Which lines below contain "tolist"? Pull them out.

● ● ● ●

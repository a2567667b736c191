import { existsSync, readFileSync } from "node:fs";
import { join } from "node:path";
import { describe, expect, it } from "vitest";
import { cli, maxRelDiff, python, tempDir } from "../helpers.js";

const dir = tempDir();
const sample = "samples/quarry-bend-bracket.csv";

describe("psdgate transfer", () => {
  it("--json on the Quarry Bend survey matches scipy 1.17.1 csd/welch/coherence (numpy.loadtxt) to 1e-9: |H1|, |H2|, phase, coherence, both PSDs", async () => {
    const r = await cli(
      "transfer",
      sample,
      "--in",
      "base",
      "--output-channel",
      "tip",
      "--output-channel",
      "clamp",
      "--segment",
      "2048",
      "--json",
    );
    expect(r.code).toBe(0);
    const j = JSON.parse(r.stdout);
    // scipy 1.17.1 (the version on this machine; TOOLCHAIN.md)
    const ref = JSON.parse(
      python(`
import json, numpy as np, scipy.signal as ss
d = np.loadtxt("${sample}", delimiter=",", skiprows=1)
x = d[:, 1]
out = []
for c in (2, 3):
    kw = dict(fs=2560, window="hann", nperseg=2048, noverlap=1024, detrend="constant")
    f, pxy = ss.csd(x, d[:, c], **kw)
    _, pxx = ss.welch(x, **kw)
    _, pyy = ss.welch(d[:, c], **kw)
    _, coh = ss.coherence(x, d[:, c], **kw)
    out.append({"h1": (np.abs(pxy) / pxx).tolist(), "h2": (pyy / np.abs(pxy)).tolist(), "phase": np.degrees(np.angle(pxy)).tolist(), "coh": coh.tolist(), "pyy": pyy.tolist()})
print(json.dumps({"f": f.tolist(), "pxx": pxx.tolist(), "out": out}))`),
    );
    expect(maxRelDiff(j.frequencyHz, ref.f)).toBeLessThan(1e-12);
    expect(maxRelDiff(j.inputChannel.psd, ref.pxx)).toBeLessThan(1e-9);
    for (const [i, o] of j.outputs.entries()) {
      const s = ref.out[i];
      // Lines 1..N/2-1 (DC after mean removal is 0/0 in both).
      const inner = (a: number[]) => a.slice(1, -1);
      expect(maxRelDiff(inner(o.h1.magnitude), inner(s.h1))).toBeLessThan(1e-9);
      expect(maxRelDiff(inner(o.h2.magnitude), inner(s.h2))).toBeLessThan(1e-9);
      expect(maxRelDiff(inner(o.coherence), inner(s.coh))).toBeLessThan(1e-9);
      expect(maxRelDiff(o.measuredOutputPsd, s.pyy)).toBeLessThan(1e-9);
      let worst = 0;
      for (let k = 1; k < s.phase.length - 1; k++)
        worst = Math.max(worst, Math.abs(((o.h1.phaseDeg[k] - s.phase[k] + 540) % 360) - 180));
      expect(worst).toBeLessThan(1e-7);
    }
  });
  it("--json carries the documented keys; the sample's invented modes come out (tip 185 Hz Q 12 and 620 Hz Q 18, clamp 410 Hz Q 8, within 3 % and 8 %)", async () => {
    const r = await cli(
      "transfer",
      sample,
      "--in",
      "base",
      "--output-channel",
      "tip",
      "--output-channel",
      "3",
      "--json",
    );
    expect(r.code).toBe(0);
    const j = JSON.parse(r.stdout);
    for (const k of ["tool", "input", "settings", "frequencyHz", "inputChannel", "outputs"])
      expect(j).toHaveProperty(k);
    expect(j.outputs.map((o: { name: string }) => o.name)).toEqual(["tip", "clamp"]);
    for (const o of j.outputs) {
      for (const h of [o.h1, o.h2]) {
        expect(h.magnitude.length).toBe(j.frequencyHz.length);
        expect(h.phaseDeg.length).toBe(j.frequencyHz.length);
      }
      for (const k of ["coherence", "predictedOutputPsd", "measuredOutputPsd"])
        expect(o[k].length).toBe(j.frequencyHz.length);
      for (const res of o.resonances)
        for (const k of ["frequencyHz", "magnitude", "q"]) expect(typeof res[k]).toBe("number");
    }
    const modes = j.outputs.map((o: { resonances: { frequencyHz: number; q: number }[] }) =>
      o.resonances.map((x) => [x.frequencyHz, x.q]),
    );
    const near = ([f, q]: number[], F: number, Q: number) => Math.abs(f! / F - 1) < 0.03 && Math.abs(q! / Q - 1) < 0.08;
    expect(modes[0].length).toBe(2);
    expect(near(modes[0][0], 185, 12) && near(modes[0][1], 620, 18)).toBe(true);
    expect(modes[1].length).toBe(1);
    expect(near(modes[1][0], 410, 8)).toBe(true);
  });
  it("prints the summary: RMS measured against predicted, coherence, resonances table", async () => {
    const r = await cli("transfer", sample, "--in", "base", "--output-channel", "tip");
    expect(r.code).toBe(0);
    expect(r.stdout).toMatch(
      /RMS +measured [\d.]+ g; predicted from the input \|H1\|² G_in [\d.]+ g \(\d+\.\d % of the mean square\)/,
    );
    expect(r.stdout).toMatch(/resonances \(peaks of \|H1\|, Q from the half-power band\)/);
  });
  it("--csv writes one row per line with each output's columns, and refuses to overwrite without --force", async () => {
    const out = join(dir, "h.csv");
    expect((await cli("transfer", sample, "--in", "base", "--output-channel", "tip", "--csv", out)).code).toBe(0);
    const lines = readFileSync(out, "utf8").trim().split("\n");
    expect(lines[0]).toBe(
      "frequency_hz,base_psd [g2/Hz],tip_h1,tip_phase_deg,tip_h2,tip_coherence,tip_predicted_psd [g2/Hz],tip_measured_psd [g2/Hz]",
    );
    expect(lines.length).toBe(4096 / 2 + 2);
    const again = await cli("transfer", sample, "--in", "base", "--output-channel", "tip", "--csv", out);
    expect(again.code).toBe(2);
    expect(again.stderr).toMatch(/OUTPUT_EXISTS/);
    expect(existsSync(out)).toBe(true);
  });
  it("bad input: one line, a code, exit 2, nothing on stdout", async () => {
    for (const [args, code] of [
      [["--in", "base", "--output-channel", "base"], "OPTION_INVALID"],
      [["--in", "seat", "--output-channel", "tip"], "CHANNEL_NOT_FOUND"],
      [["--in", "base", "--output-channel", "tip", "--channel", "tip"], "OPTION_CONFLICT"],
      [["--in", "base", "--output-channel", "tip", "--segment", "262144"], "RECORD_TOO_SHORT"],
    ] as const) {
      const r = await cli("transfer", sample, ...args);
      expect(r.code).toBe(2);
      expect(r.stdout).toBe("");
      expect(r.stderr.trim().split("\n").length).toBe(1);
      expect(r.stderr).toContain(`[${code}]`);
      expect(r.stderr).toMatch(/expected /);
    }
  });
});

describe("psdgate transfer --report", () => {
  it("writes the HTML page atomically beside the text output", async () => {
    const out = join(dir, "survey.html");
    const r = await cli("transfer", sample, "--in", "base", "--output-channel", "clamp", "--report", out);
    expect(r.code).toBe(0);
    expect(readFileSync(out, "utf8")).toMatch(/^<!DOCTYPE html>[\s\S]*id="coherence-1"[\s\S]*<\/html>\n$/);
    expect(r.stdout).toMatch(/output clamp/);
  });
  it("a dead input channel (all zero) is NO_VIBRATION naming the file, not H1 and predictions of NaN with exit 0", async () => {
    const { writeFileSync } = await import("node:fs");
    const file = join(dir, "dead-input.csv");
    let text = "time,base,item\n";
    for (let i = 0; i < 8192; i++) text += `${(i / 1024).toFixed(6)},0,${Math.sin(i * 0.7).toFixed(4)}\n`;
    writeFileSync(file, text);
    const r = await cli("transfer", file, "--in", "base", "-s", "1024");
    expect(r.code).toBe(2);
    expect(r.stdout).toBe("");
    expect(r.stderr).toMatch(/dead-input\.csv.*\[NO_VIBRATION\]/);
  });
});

● ● ● ●

**WRITTEN RESPONSE**
    out.append({"h1": (np.abs(pxy) / pxx).tolist(), "h2": (pyy / np.abs(pxy)).tolist(), "phase": np.degrees(np.angle(pxy)).tolist(), "coh": coh.tolist(), "pyy": pyy.tolist()})
print(json.dumps({"f": f.tolist(), "pxx": pxx.tolist(), "out": out}))`),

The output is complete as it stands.